Exercise requirements ▸
Needed from the data below: every line from the one with "#define CLI_LINE_MAX_M (cli_bounds[CLI_BOUND_LINE].max)" up to and including the one with "typedef struct cli_freq_point", repeated exactly and with nothing else.

=== Begin Enclosure ===

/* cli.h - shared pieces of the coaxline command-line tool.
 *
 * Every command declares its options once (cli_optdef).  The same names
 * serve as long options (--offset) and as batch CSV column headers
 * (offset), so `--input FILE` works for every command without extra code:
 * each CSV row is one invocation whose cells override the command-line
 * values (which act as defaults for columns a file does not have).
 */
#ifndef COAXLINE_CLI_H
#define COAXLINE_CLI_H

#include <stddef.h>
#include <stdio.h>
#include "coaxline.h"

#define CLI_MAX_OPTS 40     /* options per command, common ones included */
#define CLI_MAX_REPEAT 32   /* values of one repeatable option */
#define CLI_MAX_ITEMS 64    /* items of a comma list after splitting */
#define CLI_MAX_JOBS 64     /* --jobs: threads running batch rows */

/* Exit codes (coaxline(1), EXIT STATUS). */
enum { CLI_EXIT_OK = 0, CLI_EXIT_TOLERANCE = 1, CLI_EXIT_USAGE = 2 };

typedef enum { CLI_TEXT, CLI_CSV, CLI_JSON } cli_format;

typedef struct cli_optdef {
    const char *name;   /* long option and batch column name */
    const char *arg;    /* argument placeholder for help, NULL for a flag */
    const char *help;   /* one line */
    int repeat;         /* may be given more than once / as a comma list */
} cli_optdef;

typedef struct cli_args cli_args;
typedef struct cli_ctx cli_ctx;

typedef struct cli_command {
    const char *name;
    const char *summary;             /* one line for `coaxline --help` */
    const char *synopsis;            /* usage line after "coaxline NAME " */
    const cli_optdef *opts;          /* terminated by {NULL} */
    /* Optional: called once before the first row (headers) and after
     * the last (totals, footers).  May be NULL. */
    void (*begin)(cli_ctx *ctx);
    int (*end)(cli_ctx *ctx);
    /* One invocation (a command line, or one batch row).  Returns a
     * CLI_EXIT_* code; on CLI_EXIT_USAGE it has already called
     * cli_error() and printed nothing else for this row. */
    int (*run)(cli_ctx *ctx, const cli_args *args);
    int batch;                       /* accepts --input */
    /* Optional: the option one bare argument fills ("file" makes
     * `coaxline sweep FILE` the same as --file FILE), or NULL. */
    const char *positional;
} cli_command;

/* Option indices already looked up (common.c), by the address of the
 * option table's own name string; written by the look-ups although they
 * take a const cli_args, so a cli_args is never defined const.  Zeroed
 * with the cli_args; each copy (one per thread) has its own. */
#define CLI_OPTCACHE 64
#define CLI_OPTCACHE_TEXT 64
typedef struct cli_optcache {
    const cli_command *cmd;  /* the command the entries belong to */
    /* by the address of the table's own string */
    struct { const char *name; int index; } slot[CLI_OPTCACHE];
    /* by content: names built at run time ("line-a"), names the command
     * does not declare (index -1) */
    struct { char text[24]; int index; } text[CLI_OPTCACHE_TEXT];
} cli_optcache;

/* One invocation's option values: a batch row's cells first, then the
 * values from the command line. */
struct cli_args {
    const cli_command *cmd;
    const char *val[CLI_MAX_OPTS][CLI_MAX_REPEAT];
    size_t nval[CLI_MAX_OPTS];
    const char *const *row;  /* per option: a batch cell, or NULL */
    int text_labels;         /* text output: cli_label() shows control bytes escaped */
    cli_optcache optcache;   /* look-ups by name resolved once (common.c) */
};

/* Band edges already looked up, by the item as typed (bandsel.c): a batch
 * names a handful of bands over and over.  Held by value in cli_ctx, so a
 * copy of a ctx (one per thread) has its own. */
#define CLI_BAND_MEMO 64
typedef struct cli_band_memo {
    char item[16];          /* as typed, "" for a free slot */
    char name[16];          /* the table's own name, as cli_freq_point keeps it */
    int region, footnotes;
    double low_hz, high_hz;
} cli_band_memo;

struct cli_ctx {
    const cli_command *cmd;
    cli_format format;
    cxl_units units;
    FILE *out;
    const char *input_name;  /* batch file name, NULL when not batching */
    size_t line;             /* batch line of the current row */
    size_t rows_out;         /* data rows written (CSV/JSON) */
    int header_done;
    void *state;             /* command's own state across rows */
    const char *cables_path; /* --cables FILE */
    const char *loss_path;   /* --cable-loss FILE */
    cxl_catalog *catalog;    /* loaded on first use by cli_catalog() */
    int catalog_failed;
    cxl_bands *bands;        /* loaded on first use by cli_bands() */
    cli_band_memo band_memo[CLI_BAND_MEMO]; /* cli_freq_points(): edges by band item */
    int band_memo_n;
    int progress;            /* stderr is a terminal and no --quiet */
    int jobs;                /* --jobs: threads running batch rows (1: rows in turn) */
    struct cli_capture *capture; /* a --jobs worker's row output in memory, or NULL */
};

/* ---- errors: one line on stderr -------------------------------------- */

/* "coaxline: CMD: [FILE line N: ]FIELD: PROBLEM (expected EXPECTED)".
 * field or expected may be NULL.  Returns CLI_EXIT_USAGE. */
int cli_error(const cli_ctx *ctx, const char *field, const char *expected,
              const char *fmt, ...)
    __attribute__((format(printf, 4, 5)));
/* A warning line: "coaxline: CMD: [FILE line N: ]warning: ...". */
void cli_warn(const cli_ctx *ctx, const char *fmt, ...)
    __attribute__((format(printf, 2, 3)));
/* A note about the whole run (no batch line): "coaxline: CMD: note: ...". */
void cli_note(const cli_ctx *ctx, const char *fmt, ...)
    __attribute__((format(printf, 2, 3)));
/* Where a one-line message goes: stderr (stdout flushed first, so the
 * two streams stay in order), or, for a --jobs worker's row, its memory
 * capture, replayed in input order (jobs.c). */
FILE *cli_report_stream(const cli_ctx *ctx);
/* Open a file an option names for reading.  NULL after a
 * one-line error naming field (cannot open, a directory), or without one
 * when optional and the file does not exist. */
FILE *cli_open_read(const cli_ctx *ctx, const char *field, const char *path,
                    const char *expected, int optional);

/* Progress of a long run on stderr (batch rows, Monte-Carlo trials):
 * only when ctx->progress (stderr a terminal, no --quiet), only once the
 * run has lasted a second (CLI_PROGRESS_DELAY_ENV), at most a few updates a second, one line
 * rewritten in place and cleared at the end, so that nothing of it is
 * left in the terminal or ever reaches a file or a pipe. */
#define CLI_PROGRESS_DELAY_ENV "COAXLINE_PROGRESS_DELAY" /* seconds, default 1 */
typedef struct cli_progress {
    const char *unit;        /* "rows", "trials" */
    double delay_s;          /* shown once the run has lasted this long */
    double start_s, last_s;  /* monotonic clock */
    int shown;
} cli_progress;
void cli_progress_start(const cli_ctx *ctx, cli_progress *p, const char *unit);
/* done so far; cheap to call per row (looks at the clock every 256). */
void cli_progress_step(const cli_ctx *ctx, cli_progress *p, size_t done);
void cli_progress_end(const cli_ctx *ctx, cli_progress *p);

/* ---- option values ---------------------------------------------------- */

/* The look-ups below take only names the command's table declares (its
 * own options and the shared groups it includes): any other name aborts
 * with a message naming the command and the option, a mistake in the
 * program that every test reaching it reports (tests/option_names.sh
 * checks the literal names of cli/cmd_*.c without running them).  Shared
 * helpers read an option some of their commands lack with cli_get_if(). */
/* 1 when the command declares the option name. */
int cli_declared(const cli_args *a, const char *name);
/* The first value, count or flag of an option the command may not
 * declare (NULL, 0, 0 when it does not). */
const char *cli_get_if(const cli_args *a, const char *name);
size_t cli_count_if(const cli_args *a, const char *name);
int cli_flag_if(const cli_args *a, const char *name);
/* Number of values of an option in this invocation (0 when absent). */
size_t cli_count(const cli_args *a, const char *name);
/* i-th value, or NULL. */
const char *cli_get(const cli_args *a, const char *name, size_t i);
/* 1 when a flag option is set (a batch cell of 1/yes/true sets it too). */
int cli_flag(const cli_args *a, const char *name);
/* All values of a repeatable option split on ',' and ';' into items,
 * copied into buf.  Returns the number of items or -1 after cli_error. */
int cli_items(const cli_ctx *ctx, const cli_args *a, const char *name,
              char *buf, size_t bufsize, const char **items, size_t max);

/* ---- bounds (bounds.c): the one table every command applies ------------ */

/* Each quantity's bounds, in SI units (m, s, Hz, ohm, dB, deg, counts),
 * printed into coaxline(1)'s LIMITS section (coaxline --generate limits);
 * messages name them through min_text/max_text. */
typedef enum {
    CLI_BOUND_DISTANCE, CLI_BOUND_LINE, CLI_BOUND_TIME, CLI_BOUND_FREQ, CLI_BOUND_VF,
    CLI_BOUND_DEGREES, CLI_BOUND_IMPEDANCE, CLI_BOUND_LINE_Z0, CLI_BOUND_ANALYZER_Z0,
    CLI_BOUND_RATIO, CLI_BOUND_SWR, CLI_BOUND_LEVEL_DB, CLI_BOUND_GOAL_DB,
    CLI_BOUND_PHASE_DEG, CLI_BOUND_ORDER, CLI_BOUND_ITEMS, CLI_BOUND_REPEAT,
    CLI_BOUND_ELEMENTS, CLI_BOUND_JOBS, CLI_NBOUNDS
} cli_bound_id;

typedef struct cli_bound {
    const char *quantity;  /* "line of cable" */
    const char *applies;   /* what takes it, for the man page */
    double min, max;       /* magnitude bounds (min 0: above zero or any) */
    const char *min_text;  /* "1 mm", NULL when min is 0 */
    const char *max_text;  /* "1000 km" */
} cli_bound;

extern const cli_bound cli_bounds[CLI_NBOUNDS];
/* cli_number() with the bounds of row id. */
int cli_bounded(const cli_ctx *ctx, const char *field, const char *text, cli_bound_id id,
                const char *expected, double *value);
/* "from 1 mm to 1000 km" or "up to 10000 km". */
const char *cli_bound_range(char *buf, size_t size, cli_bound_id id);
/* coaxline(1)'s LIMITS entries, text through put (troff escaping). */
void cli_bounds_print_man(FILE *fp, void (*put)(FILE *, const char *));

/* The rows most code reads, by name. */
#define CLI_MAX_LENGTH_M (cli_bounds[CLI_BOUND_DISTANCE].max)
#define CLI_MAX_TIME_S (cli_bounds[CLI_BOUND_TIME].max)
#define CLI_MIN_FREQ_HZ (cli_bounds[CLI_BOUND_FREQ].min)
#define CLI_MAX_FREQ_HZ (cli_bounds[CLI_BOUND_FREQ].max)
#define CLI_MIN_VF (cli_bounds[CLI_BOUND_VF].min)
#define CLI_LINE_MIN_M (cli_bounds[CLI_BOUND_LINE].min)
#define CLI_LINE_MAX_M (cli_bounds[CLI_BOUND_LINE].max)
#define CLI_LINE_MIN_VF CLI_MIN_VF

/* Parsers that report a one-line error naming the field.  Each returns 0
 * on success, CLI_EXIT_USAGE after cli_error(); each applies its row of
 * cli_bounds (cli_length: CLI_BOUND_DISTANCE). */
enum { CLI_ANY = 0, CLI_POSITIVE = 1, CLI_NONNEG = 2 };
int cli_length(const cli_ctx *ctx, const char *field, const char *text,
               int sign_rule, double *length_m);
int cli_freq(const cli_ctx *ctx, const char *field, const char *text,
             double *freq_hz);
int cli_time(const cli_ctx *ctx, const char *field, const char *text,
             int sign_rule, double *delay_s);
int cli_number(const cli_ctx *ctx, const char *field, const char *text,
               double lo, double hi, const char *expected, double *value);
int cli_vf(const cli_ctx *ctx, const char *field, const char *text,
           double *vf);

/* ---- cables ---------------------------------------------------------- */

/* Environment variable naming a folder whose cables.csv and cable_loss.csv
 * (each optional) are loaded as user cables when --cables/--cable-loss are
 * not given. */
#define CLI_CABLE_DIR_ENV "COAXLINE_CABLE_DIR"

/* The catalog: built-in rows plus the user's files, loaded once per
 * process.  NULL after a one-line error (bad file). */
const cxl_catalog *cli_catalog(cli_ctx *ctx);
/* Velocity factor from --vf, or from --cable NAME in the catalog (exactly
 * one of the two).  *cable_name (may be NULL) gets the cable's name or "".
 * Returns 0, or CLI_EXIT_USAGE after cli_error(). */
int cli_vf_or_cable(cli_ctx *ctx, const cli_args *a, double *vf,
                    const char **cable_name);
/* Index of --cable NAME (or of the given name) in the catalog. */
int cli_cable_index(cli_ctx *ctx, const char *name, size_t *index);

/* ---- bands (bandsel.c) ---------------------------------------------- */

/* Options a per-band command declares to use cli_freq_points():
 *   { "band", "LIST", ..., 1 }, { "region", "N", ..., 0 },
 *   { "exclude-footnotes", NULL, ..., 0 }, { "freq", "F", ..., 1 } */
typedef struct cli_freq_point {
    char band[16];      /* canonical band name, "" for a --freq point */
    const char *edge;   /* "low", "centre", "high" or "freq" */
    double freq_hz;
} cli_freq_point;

=== End Enclosure ===
=== Begin Enclosure ===

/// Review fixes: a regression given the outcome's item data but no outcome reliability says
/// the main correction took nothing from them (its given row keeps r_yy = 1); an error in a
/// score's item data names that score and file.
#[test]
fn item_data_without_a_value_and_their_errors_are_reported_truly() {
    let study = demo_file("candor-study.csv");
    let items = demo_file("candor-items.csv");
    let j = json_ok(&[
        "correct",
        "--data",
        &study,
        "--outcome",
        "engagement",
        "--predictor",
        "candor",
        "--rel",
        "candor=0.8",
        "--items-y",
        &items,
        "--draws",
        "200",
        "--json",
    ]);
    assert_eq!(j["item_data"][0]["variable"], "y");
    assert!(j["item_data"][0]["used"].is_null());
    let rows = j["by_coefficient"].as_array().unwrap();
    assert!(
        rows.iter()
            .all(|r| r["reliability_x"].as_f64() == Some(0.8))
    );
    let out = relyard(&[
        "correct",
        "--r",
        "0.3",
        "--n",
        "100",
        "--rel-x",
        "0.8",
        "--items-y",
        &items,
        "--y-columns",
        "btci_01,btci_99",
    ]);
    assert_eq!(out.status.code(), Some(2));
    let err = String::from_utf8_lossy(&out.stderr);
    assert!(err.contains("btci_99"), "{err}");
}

=== End Enclosure ===
=== Begin Enclosure ===

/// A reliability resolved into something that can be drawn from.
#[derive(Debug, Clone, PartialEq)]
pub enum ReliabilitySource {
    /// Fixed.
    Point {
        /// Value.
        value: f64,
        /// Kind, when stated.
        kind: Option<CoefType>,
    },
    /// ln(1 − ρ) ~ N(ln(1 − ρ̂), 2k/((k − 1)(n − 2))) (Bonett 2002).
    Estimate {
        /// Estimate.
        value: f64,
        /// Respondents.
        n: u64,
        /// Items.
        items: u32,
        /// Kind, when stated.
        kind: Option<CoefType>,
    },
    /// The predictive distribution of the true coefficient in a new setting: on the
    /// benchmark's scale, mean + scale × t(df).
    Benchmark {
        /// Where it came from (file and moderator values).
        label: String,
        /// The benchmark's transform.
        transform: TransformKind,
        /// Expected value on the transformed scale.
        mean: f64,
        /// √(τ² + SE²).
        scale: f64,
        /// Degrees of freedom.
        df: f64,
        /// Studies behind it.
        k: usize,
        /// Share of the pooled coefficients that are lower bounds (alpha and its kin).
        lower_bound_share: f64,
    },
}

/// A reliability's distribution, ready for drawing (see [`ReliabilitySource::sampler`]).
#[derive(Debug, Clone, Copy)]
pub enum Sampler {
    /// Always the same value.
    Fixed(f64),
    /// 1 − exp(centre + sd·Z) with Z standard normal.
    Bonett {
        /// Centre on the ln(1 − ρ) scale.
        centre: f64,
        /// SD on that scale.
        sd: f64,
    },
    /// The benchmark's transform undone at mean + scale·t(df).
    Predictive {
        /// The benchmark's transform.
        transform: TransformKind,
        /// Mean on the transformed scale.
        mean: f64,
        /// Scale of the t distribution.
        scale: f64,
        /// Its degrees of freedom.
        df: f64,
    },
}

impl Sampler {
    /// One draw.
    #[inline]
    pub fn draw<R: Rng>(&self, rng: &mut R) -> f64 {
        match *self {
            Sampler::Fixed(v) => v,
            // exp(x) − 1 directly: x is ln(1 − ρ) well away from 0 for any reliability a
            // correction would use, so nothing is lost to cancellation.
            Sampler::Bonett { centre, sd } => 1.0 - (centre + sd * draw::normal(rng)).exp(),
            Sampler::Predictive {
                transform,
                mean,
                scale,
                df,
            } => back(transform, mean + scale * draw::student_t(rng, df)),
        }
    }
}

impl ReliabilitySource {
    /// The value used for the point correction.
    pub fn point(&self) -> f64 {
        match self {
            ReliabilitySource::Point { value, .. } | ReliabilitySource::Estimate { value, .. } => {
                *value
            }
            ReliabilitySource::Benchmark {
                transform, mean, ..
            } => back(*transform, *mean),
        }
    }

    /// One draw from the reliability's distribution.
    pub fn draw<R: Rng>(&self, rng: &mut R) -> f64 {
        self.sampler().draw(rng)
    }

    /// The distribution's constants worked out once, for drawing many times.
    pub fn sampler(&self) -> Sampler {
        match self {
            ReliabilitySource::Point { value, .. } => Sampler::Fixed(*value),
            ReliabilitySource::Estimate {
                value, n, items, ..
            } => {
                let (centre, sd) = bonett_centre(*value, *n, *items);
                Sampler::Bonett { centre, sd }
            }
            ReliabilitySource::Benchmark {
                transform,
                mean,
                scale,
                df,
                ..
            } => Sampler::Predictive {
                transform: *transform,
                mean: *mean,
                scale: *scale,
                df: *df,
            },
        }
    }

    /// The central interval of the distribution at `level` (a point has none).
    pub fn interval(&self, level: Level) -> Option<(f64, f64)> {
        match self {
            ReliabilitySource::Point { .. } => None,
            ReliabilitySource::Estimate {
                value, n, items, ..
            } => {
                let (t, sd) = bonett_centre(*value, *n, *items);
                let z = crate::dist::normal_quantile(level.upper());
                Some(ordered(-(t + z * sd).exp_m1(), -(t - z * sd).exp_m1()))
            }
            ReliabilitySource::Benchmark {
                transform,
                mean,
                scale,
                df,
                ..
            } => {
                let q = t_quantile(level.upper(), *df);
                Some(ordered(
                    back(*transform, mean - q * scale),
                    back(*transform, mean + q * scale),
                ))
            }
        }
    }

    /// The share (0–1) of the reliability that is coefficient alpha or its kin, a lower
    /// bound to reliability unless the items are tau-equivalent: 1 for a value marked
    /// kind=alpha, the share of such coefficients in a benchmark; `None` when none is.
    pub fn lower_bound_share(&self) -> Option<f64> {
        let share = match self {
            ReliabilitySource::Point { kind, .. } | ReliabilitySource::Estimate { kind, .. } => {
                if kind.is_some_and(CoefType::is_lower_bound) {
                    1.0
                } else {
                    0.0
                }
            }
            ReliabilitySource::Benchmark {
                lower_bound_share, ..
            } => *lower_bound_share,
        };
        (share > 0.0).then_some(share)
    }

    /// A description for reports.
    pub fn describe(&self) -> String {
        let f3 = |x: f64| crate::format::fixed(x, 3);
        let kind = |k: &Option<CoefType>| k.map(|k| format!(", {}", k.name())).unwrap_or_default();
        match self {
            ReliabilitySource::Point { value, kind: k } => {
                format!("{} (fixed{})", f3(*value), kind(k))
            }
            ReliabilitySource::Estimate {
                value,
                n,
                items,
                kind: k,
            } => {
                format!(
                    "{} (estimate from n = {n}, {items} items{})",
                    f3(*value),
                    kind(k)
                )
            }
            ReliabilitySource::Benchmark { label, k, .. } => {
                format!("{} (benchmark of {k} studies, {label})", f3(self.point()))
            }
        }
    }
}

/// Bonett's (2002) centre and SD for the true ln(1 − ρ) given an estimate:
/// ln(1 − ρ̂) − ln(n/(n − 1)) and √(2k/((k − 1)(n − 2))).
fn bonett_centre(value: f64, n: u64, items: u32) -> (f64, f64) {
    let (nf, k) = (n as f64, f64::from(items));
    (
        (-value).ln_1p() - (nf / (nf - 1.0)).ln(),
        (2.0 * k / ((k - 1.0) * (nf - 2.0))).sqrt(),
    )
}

=== End Enclosure ===

Exercise response ▸
#define CLI_LINE_MAX_M (cli_bounds[CLI_BOUND_LINE].max)
#define CLI_LINE_MIN_VF CLI_MIN_VF

/* Parsers that report a one-line error naming the field.  Each returns 0
 * on success, CLI_EXIT_USAGE after cli_error(); each applies its row of
 * cli_bounds (cli_length: CLI_BOUND_DISTANCE). */
enum { CLI_ANY = 0, CLI_POSITIVE = 1, CLI_NONNEG = 2 };
int cli_length(const cli_ctx *ctx, const char *field, const char *text,
               int sign_rule, double *length_m);
int cli_freq(const cli_ctx *ctx, const char *field, const char *text,
             double *freq_hz);
int cli_time(const cli_ctx *ctx, const char *field, const char *text,
             int sign_rule, double *delay_s);
int cli_number(const cli_ctx *ctx, const char *field, const char *text,
               double lo, double hi, const char *expected, double *value);
int cli_vf(const cli_ctx *ctx, const char *field, const char *text,
           double *vf);

/* ---- cables ---------------------------------------------------------- */

/* Environment variable naming a folder whose cables.csv and cable_loss.csv
 * (each optional) are loaded as user cables when --cables/--cable-loss are
 * not given. */
#define CLI_CABLE_DIR_ENV "COAXLINE_CABLE_DIR"

/* The catalog: built-in rows plus the user's files, loaded once per
 * process.  NULL after a one-line error (bad file). */
const cxl_catalog *cli_catalog(cli_ctx *ctx);
/* Velocity factor from --vf, or from --cable NAME in the catalog (exactly
 * one of the two).  *cable_name (may be NULL) gets the cable's name or "".
 * Returns 0, or CLI_EXIT_USAGE after cli_error(). */
int cli_vf_or_cable(cli_ctx *ctx, const cli_args *a, double *vf,
                    const char **cable_name);
/* Index of --cable NAME (or of the given name) in the catalog. */
int cli_cable_index(cli_ctx *ctx, const char *name, size_t *index);

/* ---- bands (bandsel.c) ---------------------------------------------- */

/* Options a per-band command declares to use cli_freq_points():
 *   { "band", "LIST", ..., 1 }, { "region", "N", ..., 0 },
 *   { "exclude-footnotes", NULL, ..., 0 }, { "freq", "F", ..., 1 } */
typedef struct cli_freq_point {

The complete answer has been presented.